# Huron River



## DDogg (Dec 8, 2012)

First post fished upper river two times this week no bites anyone fish below Flat Rock how's the ice water looks good up here.


----------



## on a call (Jan 16, 2010)

50/50 ice/open at 75 not sure about else where.


----------



## CreekFisherman (Jan 17, 2012)

there was ice at 75 today, should clear up in a few days with the rain. the mouth was open, though


----------



## flyfisher4life1 (Sep 5, 2011)

I went to Flat Rock today no luck, the top part of the dam is pretty clear.


----------



## salmonsteel97 (Nov 18, 2012)

flyfisher4life1 said:


> I went to Flat Rock today no luck, the top part of the dam is pretty clear.

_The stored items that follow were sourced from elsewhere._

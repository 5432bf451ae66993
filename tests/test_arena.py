"""Kept trees packed as they arrive (baggr/arena.py) against the plain concatenation of the trees."""
import numpy as np
import psutil
import pyarrow as pa
import pytest

import baggr
from baggr.model import arena
from baggr.engine import Training
from baggr.model.forest import NODE_FIELDS


def _table(n=400, seed=5):
    """Numeric and categorical features, three classes (invented data)."""
    rng = np.random.default_rng(seed)
    x = rng.standard_normal((n, 3))
    level = rng.choice(["dry", "damp", "wet", "flooded"], n)
    y = np.where(x[:, 0] + (level == "wet") > 0.5, "high", np.where(x[:, 1] > 0, "mid", "low"))
    return pa.table({"x0": x[:, 0], "x1": x[:, 1], "x2": x[:, 2], "ground": level}), y


def _reference(tr, members):
    """Each member grown again on its own (a pure function of m), concatenated with numpy."""
    trees = [tr.grower.grow_member(m).tree for m in range(members)]
    ref = {name: np.concatenate([getattr(t, name) for t in trees]) for name in NODE_FIELDS}
    ref["cat_masks"] = np.concatenate([t.cat_masks.reshape(-1, 4) for t in trees])
    ref["node_offset"] = np.cumsum([0] + [len(t.left) for t in trees])
    ref["mask_offset"] = np.cumsum([0] + [len(t.cat_masks) for t in trees])
    return ref


def _assert_forest(forest, ref):
    assert set(forest.arrays) == set(ref)
    for name, want in ref.items():
        np.testing.assert_array_equal(forest.arrays[name], want, err_msg=name)


@pytest.mark.parametrize("threads", [1, 2])
def test_the_ensemble_holds_every_member_tree_in_order(threads):
    X, y = _table()
    tr = Training(X, y, baggr.Config(members=6, seed=3, threads=threads))
    ens = tr.run()
    assert tr._arena is not None  # the arena path is the one under test
    assert ens.forest.arrays["cat_masks"].shape[0] > 0  # the categorical feature was split on
    _assert_forest(ens.forest, _reference(tr, 6))


def test_without_the_arena_the_trees_are_packed_the_same(monkeypatch):
    X, y = _table()
    monkeypatch.setattr(arena, "_reserve", lambda shape, dtype: None)
    tr = Training(X, y, baggr.Config(members=6, seed=3, threads=2))
    ens = tr.run()
    assert tr._arena is None
    _assert_forest(ens.forest, _reference(tr, 6))


def test_a_full_arena_hands_over_to_packing(monkeypatch):
    X, y = _table()
    small = arena.Arena.reserve
    # room for about two trees: the third does not fit and the run packs at the end instead
    monkeypatch.setattr(arena.Arena, "reserve", classmethod(lambda cls, nodes, masks, n_out: small(120, 60, n_out)))
    tr = Training(X, y, baggr.Config(members=6, seed=3, threads=1))
    ens = tr.run()
    assert tr._arena is None
    _assert_forest(ens.forest, _reference(tr, 6))


def test_an_ensemble_taken_earlier_does_not_change_as_the_run_goes_on():
    X, y = _table()
    tr = Training(X, y, baggr.Config(members=6, seed=3, threads=2))
    first = tr.run(until=3)
    before = {k: v.copy() for k, v in first.forest.arrays.items()}
    last = tr.run()
    for k, v in before.items():
        np.testing.assert_array_equal(first.forest.arrays[k], v)
    n3 = before["node_offset"][-1]
    np.testing.assert_array_equal(last.forest.arrays["left"][:n3], before["left"])
    np.testing.assert_array_equal(first.vote_shares(X), baggr.train(X, y, baggr.Config(members=3, seed=3)).vote_shares(X))


def test_reserving_room_for_a_billion_nodes_takes_no_resident_memory():
    # Linux mmap(2) with MAP_NORESERVE: pages are allocated when first written (the manual page)
    proc = psutil.Process()
    before = proc.memory_info().rss
    a = arena.Arena.reserve(10**9, 10**8, 3)
    if a is None:
        pytest.skip("this system does not reserve address space without committing it")
    assert proc.memory_info().rss - before < 16 * 2**20
    assert a._a["value"].shape == (10**9, 3)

i went yesterday i hit one up top. felt two head shakes and saw the wake it was off. i got to quit seting the hook so hard lol.
_Posted via Mobile Device_


----------



## DDogg (Dec 8, 2012)

Has anyone had any luck on steelhead from French landing dam to Flat Rock


----------



## flyfisher4life1 (Sep 5, 2011)

salmonsteel97 said:


> i went yesterday i hit one up top. felt two head shakes and saw the wake it was off. i got to quit seting the hook so hard lol.
> _Posted via Mobile Device_


What time did you go? I went like at 1 and it was bad, no one caught anything.


----------



## salmonsteel97 (Nov 18, 2012)

flyfisher4life1 said:


> What time did you go? I went like at 1 and it was bad, no one caught anything.


this was saturday i was there all day from 10 to 5.
_Posted via Mobile Device_


----------